There are all sorts of things I've learned since I moved North— don't call the cops when a bear is in the yard, there is no such thing as a perfectly ripe avocado in the grocery stores, saunas are clothing optional and maple syrup really does come from actual maple trees. Okay, I did know about the origins of maple syrup but I hadn't ever actually witnessed the process. Pretty amazing to think that bottle of 219 syrup was in a tree 9 months ago. If you want a little of the northernmost sugarbush in your kitchen, contact Julie (link here) and she'll send it winging your way. A quart of Charly's maple syrup is $18.00 and a 12 ounce jar is $10.00 plus $5.00 for shipping. Trust me, you'll love it.

We met Julie and Charly when Meghan and Caroline were in second grade at a dog sledding/dog biscuit making field trip at Good Thyme (they supplied the dogs and I supplied the biscuits). It was another first for me— dogs, nearly out of their minds with excitement, hooked up to a sled with a bunch of kids on board. It went remarkably well, except  for the little hiccup with a pile of greasy scraps behind the dumpster (sled dogs take food very seriously and dishwashers don't know where the dumpster is). That morning, as Charly told us an abridged version of their canoe trip to Saskatchewan, I knew we were on our own journey to a lasting friendship.

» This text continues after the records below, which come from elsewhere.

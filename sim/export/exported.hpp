// A scenario's estimators and controller as C99: what is asked for, and the files that come of it. Format version 1.
//
// Each part is a header, a source, test vectors and a program that replays them. The scenario is run once, every step in the
// precision asked for; the vectors are stretches of that run, and the exported step is the one that ran: recorded, not rewritten.
#pragma once

#include <stdexcept>
#include <string>
#include <vector>

#include "plant/math/symbol_text.hpp"
#include "sim/scenario/scenario.hpp"

namespace slipbench {

inline constexpr int export_format = 1;

enum class Precision { single, twofold };  // float, double

struct ExportRequest {
  std::string version;                  // of the program, for the record
  std::vector<std::string> estimators;  // names; nothing asked for at all: every part
  bool controller = false;
  Precision precision = Precision::single;
};

struct ExportedFile {
  std::string name, text;
};
struct ExportedPart {
  std::string name, kind;  // "ekf", "extended_kalman"; the controller's name is "controller"
  bool is_controller = false;
  std::size_t state_numbers = 0, state_bytes = 0;
  OperationCount operations;
  std::size_t stretches = 0, ticks = 0;  // of vectors: so many stretches of so many ticks
  std::vector<ExportedFile> files;       // NAME.h, NAME.c, NAME_vectors.h, NAME_replay.c
};

// The scenario's run diverged, or an answer was not a number: not fit for a board.
class UnfitForExport : public std::runtime_error {
 public:
  using std::runtime_error::runtime_error;
};

// Throws InputError for a part that the scenario does not have or that is not built in, UnfitForExport as above.
std::vector<ExportedPart> export_parts(const Scenario& scenario, const ExportRequest& request);

}  // namespace slipbench
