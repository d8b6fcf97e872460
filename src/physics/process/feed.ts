import { log } from '#src/base/math.ts';
import { flowSpace, solveFlow } from '../slurry/flow.ts';
import type { FaceGrid } from '../slurry/grid.ts';
import {
  type FaceFlows,
  type SolveOptions,
  solveTransport,
  type TransportResult,
  type TransportSpace,
} from '../slurry/transport.ts';

/**
 * What a flow through the face does to the ages. Divided by h U X the balance of the age reads
 * div(D' grad T) - mu q . grad T + 1 = 0, D' = k_D h + k_P length, q the pattern of the flow for 1 m3/s, and
 * mu = Q / (h U X) its strength (m). The film enters through D' only, and little: T is tabulated over mu at the middle film,
 * as a share of T without flow, and that share is used at every film. The pattern is that of a uniform film, one pressure
 * at all mouths and one inside all other edges: exact for one bore and one edge, and near it where the bores are alike.
 */
export interface Feed {
  /** Gauge pressure of the supply (Pa): positive pumped in, negative drawn off. */
  readonly pressure: number;
  /** The slurry goes through bores; otherwise through the hollow of the tool, along the side gap of the core. */
  readonly bored: boolean;
  /** Flow per pressure and mobility h^3 / (12 mu) of the film: 2 pi / ln(R / R_i) on a disc with a bore. */
  readonly conductance: number;
  /** Lengths of the edges that are fed and of the others (m). */
  readonly fedEdge: number;
  readonly openEdge: number;
  /** Strengths mu of the table (m), from 0 up, and the scale of their spacing. */
  readonly strengths: Float64Array;
  readonly scale: number;
  /** T over T without flow, strengths x zones. */
  readonly slowed: Float64Array;
  /** Share of a zone's slurry that came last from the fed edge, strengths x zones. */
  readonly fed: Float64Array;
  /** Share of the age made under the face that disperses out of the fed edge, by strength. */
  readonly fedOut: Float64Array;
  /** Dispersion between the fed edge at 1 and the other at 0, out of each (m), by strength. */
  readonly fromFed: Float64Array;
  readonly toOpen: Float64Array;
}

/** The pressure at which slurry is pumped in or drawn off (Pa gauge, signed). */
export interface Supply {
  readonly pressure: number;
}

/** Strengths solved for, over that at which the flow renews the face as fast as the pumping does. */
const RELATIVE_STRENGTHS = [0, 0.1, 0.4, 1.6, 6.4] as const;
/** The strength by whose ages the zones are ordered. */
const ORDER_BY = 2;
const ZONE_MEANS: SolveOptions = { tolerance: 1e-4, mostIterations: 200 };

/** The fields of one strength, and what crosses the fed edge and the others. */
interface Solved {
  readonly age: Float64Array;
  readonly fed: Float64Array;
  readonly ageOut: { readonly fed: number; readonly open: number };
  readonly fedOut: { readonly fed: number; readonly open: number };
}

/** A table on its way: the field that orders the zones, and the table once there are zones. */
export interface FeedDraft {
  readonly order: Float64Array;
  table(means: (field: Float64Array) => Float64Array): Feed;
}

/** Boundaries the slurry is fed through: bores, or the hollow of a tool without any. Empty where there is neither. */
export function fedBoundaries({ boundaries }: FaceGrid): boolean[] {
  const bored = boundaries.some(({ kind }) => kind === 'bore');
  return boundaries.map(({ kind }) => kind === (bored ? 'bore' : 'hole'));
}

function unitFlow(space: TransportSpace, fed: readonly boolean[]): { conductance: number; flows: FaceFlows } {
  const { grid } = space;
  const outlets = fed.map((inlet) => ({ pressure: inlet ? 1 : 0, resistance: 0, mouth: Number.POSITIVE_INFINITY }));
  const flow = solveFlow(flowSpace(space), new Float64Array(grid.active.length).fill(1), outlets, 1);
  const conductance = fed.reduce((sum, inlet, b) => (inlet ? sum - (flow.outflow[b] as number) : sum), 0);
  return { conductance, flows: flow };
}

function scaled(flows: FaceFlows, factor: number): FaceFlows {
  const times = (field: Float64Array) => field.map((value) => factor * value);
  return { east: times(flows.east), north: times(flows.north), cut: times(flows.cut) };
}

/**
 * Solves what a flow does to the ages.
 * @param given dispersion D' of the middle film (m) and a guess of T without flow (m), one number per cell
 */
export function feedTable(
  space: TransportSpace,
  given: { readonly dispersion: Float64Array; readonly guess: Float64Array; readonly supply: Supply },
): FeedDraft {
  const { grid } = space;
  const fed = fedBoundaries(grid);
  const { conductance, flows } = unitFlow(space, fed);
  const area = grid.area.reduce((sum, a) => sum + a, 0);
  const sign = given.supply.pressure > 0 ? 1 : -1;
  const one = new Float64Array(grid.active.length).fill(1);
  const none = new Float64Array(grid.cuts.count);
  const fedEdge = Float64Array.from(grid.cuts.boundary, (b) => (fed[b] ? 1 : 0));
  const age = given.guess.slice();
  const share = new Float64Array(age.length).fill(0.5);
  const split = ({ outflow }: TransportResult) => {
    const sum = (inlet: boolean) => outflow.reduce((total, out, b) => (fed[b] === inlet ? total + out : total), 0);
    return { fed: sum(true), open: sum(false) };
  };
  const solve = (strength: number): Solved => {
    const flow = scaled(flows, (sign * strength) / conductance);
    const balance = { conductivity: given.dispersion, flow };
    const ageOut = split(solveTransport(age, space, { ...balance, source: one, edge: none }, ZONE_MEANS));
    const fedOut = split(solveTransport(share, space, { ...balance, edge: fedEdge }, ZONE_MEANS));
    return { age: age.slice(), fed: share.slice(), ageOut, fedOut };
  };
  const still = solve(0);
  const scale = (area * area) / still.age.reduce((sum, t, c) => sum + t * (grid.area[c] as number), 0);
  const strengths = Float64Array.from(RELATIVE_STRENGTHS, (relative) => relative * scale);
  const solved = Array.from(strengths, (strength) => (strength === 0 ? still : solve(strength)));
  const lengths = (inlet: boolean) =>
    grid.boundaries.reduce((sum, b, k) => (fed[k] === inlet ? sum + b.length : sum), 0);
  const head = {
    pressure: given.supply.pressure,
    bored: grid.boundaries.some(({ kind }) => kind === 'bore'),
    conductance,
    fedEdge: lengths(true),
    openEdge: lengths(false),
    strengths,
    scale,
    fedOut: Float64Array.from(solved, ({ ageOut }) => ageOut.fed / area),
    // what the flow itself carries across the fed edge, where the field is 1, is left out
    fromFed: Float64Array.from(solved, ({ fedOut }, k) => -fedOut.fed - sign * (strengths[k] as number)),
    toOpen: Float64Array.from(solved, ({ fedOut }) => fedOut.open),
  };
  return {
    order: orderedBy(solved[ORDER_BY] as Solved, sign * (strengths[ORDER_BY] as number)),
    table(means) {
      const unslowed = means(still.age);
      const slowed = solved.map(({ age: field }) => means(field).map((t, zone) => t / (unslowed[zone] as number)));
      const shares = solved.map(({ fed: field }) => means(field));
      const joined = (rows: readonly Float64Array[]) => Float64Array.from(rows.flatMap((row) => Array.from(row)));
      return { ...head, slowed: joined(slowed), fed: joined(shares) };
    },
  };
}

/** The age with nothing dispersed back in where the flow leaves; `inward` is the strength, negative when drawn off. */
function orderedBy({ age, fed, ageOut, fedOut }: Solved, inward: number): Float64Array {
  const outer = inward > 0;
  // the value at the way out at which its dispersion ends: for the open edges 1 - fed is the field that is 1 there
  const value = outer ? ageOut.open / fedOut.open : ageOut.fed / (-inward - fedOut.fed);
  return age.map((t, c) => t + value * (outer ? 1 - (fed[c] as number) : (fed[c] as number)));
}

/** The table at one strength. */
export interface FedFace {
  readonly slowed: Float64Array;
  readonly fed: Float64Array;
  readonly fedOut: number;
  readonly fromFed: number;
  readonly toOpen: number;
}

/**
 * The table at a strength (m): between its entries 1 / T on a straight line in mu, as where flow and pumping renew the face
 * side by side, and the rest in ln(1 + mu / scale); beyond the last T goes as 1 / mu, as it does where flow alone renews it.
 */
export function fedFace(feed: Feed, zones: number, strength: number): FedFace {
  const { strengths, scale } = feed;
  const last = strengths.length - 1;
  const most = strengths[last] as number;
  const x = log(1 + Math.min(strength, most) / scale);
  let k = 0;
  while (k < last - 1 && (strengths[k + 1] as number) < strength) k++;
  const from = log(1 + (strengths[k] as number) / scale);
  const t = (x - from) / (log(1 + (strengths[k + 1] as number) / scale) - from);
  const mix = (table: Float64Array, at: number, stride: number) =>
    (1 - t) * (table[k * stride + at] as number) + t * (table[(k + 1) * stride + at] as number);
  const beyond = strength > most ? most / strength : 1;
  const low = strengths[k] as number;
  const part = (Math.min(strength, most) - low) / ((strengths[k + 1] as number) - low);
  const slowed = new Float64Array(zones);
  const fed = new Float64Array(zones);
  for (let zone = 0; zone < zones; zone++) {
    const less = feed.slowed[k * zones + zone] as number;
    const more = feed.slowed[(k + 1) * zones + zone] as number;
    slowed[zone] = beyond / ((1 - part) / less + part / more);
    fed[zone] = mix(feed.fed, zone, zones);
  }
  const grown = strength > most ? strength / most : 1;
  return {
    slowed,
    fed,
    fedOut: mix(feed.fedOut, 0, 1),
    fromFed: grown * mix(feed.fromFed, 0, 1),
    toOpen: grown * mix(feed.toOpen, 0, 1),
  };
}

The sugarbush is tucked away near the northernmost tip of the Bayfield peninsula. There are pines, maples with metal pails hanging off the taps and a little stream running by the evaporator and wood stove. It was a warm day when we visited in early March— the sap was rolling in the evaporator, wood smoke perfumed the air, the kids built a series of bridges over the stream, George was running amok and Julie and I rinsed out the sap buckets. The whole afternoon felt timeless. Don't me wrong, making syrup is a tremendous amount of work— tapping the trees, hauling buckets (back and forth, back and forth), cutting fire wood, tending the fire, watching the temperature of the syrup and Lord knows what else goes into maintaining a sugarbush but the heart of the process hasn't changed for hundreds of years. Tap trees, build a fire and boil the sap into syrup— it's like traveling back in time.

Charly has started to use tubing to make the sap hauling a lot easier. Buckets are aesthetically pleasing to look at but stumbling through the woods and snow with full buckets of sap would get old.

I prefer maple syrup to sugar, especially in savory dishes— it's not quite as sweet and has a deeper, more intense flavor. Maple syrup shows up in all sorts of places in my kitchen—  my favorite winter salad dressing (link here), a fantastic winter salad with poached duck eggs (link here), a fruit and herb stuffed pork loin (link here) and a seriously good caramelized apple bread pudding (link here). It's good stuff and it's even better stuff when you have stood around the evaporator with Charly, drinking sugarbush margaritas while it transforms into syrup.

This is where the magic happens. That wood stove heats the sap in the evaporator to 219 degrees (hence the name of the syrup) and then it comes gushing out (literally) of the pipe into a bucket. Three easy steps that take hours and hours to complete.

Of course, I had to include a George shot. He didn't contribute anything material to our afternoon in the bush but he sure looked handsome.

After the bridge construction in the stream, the kids decided to 'hang' their socks out to dry. It was a surprisingly warm day in March and it felt good to be outside without a jacket on. Maybe that's why sugarbushes are so enchanting— they signal a time when the trees are waking up, the sun is a little higher on the horizon and snow is giving way to the green and muddy earth. Maple syrup—  capturing spring awakenings in a bottle.